### What you have to do
Select the lines below containing the word "StoryProduction".

■ ■ ■ ■ ■

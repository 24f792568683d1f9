import { productionsWhere } from "../auth/authorize";
import type { Ctx } from "../context";
import { listEvents } from "../events/list";
import { dateIn } from "../shots/today";
import { findForAdvisor } from "./find-for-advisor";
import { findForArtist } from "./find-for-artist";
import { findForClient } from "./find-for-client";
import { findForProducer } from "./find-for-producer";
import type { Today, TodayItem } from "./schema";

const shownEvents = 12;

/** What waits for the reader in each of their roles, the most pressing first, and what happened lately. */
export async function getToday(ctx: Ctx): Promise<Today> {
  const now = new Date();
  const { timeZone } = ctx.actor;
  const seesLog = productionsWhere(ctx.actor, "log.see").length > 0;
  const [found, events] = await Promise.all([
    Promise.all([findForAdvisor(ctx), findForArtist(ctx), findForProducer(ctx, now), findForClient(ctx)]),
    seesLog ? listEvents(ctx, { limit: shownEvents }) : [],
  ]);
  const today = dateIn(timeZone, now);
  return {
    today,
    now: sayNow(now, timeZone),
    items: found.flat().sort(byUrgency),
    events: events.map(({ id, at, sentence }) => ({
      id,
      sentence,
      when: sayWhen(new Date(at), today, timeZone),
    })),
    seesLog,
  };
}

const late = "9999";
const byUrgency = (a: TodayItem, b: TodayItem) => {
  const [first, second] = [a, b].map(
    (item) => `${item.dueOn ?? late} ${item.sentOn ?? late} ${item.sentence.name}`,
  );
  return first! < second! ? -1 : 1;
};

function sayNow(now: Date, timeZone: string): string {
  const day = now.toLocaleDateString("en-GB", {
    weekday: "long",
    day: "numeric",
    month: "long",
    year: "numeric",
    timeZone,
  });
  return `${day.replace(",", "")}, ${sayTime(now, timeZone)}`;
}

const sayTime = (at: Date, timeZone: string) =>
  at.toLocaleTimeString("en-GB", { hour: "2-digit", minute: "2-digit", timeZone });

/** The time of what happened today; the day of what happened before. */
function sayWhen(at: Date, today: string, timeZone: string): string {
  return dateIn(timeZone, at) === today
    ? sayTime(at, timeZone)
    : at.toLocaleDateString("en-GB", { day: "numeric", month: "short", timeZone });
}
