/** The number someone wrote: "34", "−0.5", "4.2e7", "1 998". Anything else is not a number, and the field says so. */
export function readNumber(text: unknown): number {
  if (typeof text === "number") return text;
  const plain = String(text)
    .replace("−", "-")
    .replace(/[\s\u202f_]/g, "");
  return plain === "" ? Number.NaN : Number(plain);
}
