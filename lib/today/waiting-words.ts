import { dateIn } from "../shots/today";

const numerals = ["no", "one", "two", "three"];

/** Whole calendar days between two moments, in a zone. */
export function daysBetween(from: Date, to: Date, timeZone: string): number {
  return Math.round((Date.parse(dateIn(timeZone, to)) - Date.parse(dateIn(timeZone, from))) / 86_400_000);
}

/** "two days", "since yesterday", "since Wednesday": how long something has waited, as one would say it. */
export function sayWaiting(since: Date, now: Date, timeZone: string): string {
  const days = daysBetween(since, now, timeZone);
  const say = (options: Intl.DateTimeFormatOptions) =>
    since.toLocaleString("en-GB", { ...options, timeZone });
  if (days <= 0) return `since ${say({ hour: "2-digit", minute: "2-digit" })}`;
  if (days === 1) return "since yesterday";
  if (days <= 3) return `${numerals[days]} days`;
  if (days <= 6) return `since ${say({ weekday: "long" })}`;
  return `since ${say({ day: "numeric", month: "short" })}`;
}
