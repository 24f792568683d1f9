import Link from "next/link";
import type { ComponentProps } from "react";

/** The link that stands for its row: the row is boxed while it has the keyboard. */
export function RowLink({ className = "", ...rest }: ComponentProps<typeof Link>) {
  return (
    <Link data-row-link="" className={`text-text outline-none hover:text-bright ${className}`} {...rest} />
  );
}
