import type { Ctx } from "../context";
import { listQueue } from "../reviews/list-queue";
import { dateIn } from "../shots/today";
import { minutesForVersion } from "./reading-time";
import type { TodayItem } from "./schema";
import { sayWaiting } from "./waiting-words";

/** The versions that wait for this advisor's verdict. */
export async function findForAdvisor(ctx: Ctx, now: Date): Promise<TodayItem[]> {
  const { items } = await listQueue(ctx);
  const { timeZone } = ctx.actor;
  return items
    .filter(({ yours, hold }) => yours && hold === "none")
    .map((item) => {
      const frames = item.last - item.first + 1;
      const minutes = minutesForVersion(frames);
      const withdrawn = item.withdrawn > 0 ? "its sign-off was withdrawn; " : "";
      return {
        about: item.shotId,
        sentence: {
          before: `Version ${item.number} of `,
          name: item.shotCode,
          after: ` has waited ${sayWaiting(new Date(item.sentAt), now, timeZone)} for your verdict.`,
        },
        detail: `${withdrawn}${item.maker}: “${item.words}” ${frames} ${frames === 1 ? "frame" : "frames"}; ${minutes} minutes.`,
        act: { label: `Open version ${item.number}`, href: `/versions/${item.id}` },
        minutes,
        picture: { versionId: item.id, frame: middleOf(item), square: item.kind === "dome" },
        sentOn: dateIn(timeZone, new Date(item.sentAt)),
        dueOn: item.dueOn,
      };
    });
}

const middleOf = ({ first, last }: { first: number; last: number }) => Math.floor((first + last) / 2);
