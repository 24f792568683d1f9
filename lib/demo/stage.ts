import { randomUUID } from "node:crypto";
import type { versions } from "@/db/schema/versions";
import type { Ctx } from "../context";
import type { Workshop } from "../renders/run-frame-job";
import type { Part, Studio } from "./gather-studio";
import type { StoryProduction } from "./story";

export type VersionRow = typeof versions.$inferSelect;

/** Where a demonstration shot is carried forward: with which tools, by whom, in which production. */
export interface Stage {
  shop: Workshop;
  studio: Studio;
  production: StoryProduction;
  sequence: StoryProduction["sequences"][number];
}

export const as = ({ shop, studio }: Stage, part: Part): Ctx => ({
  db: shop.db,
  actor: studio[part],
  requestId: randomUUID(),
});
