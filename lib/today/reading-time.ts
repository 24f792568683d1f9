// How long reading takes, reckoned from what there is to read. The page states these measures.
export const minutesForFigures = 10;
export const secondsPerFrame = 4;
const wordsPerMinute = 200;

/** A version's setup and words, and every frame once, in whole minutes. */
export const minutesForVersion = (frames: number): number =>
  minutesForFigures + Math.ceil((frames * secondsPerFrame) / 60);

/** A text at 200 words a minute, and never less than a minute. */
export const minutesForWords = (text: string): number =>
  Math.max(1, Math.ceil(text.split(/\s+/).filter(Boolean).length / wordsPerMinute));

■ ■ ■ ■ ■

### Exercise output
import type { StoryProduction } from "./story";
  production: StoryProduction;
  sequence: StoryProduction["sequences"][number];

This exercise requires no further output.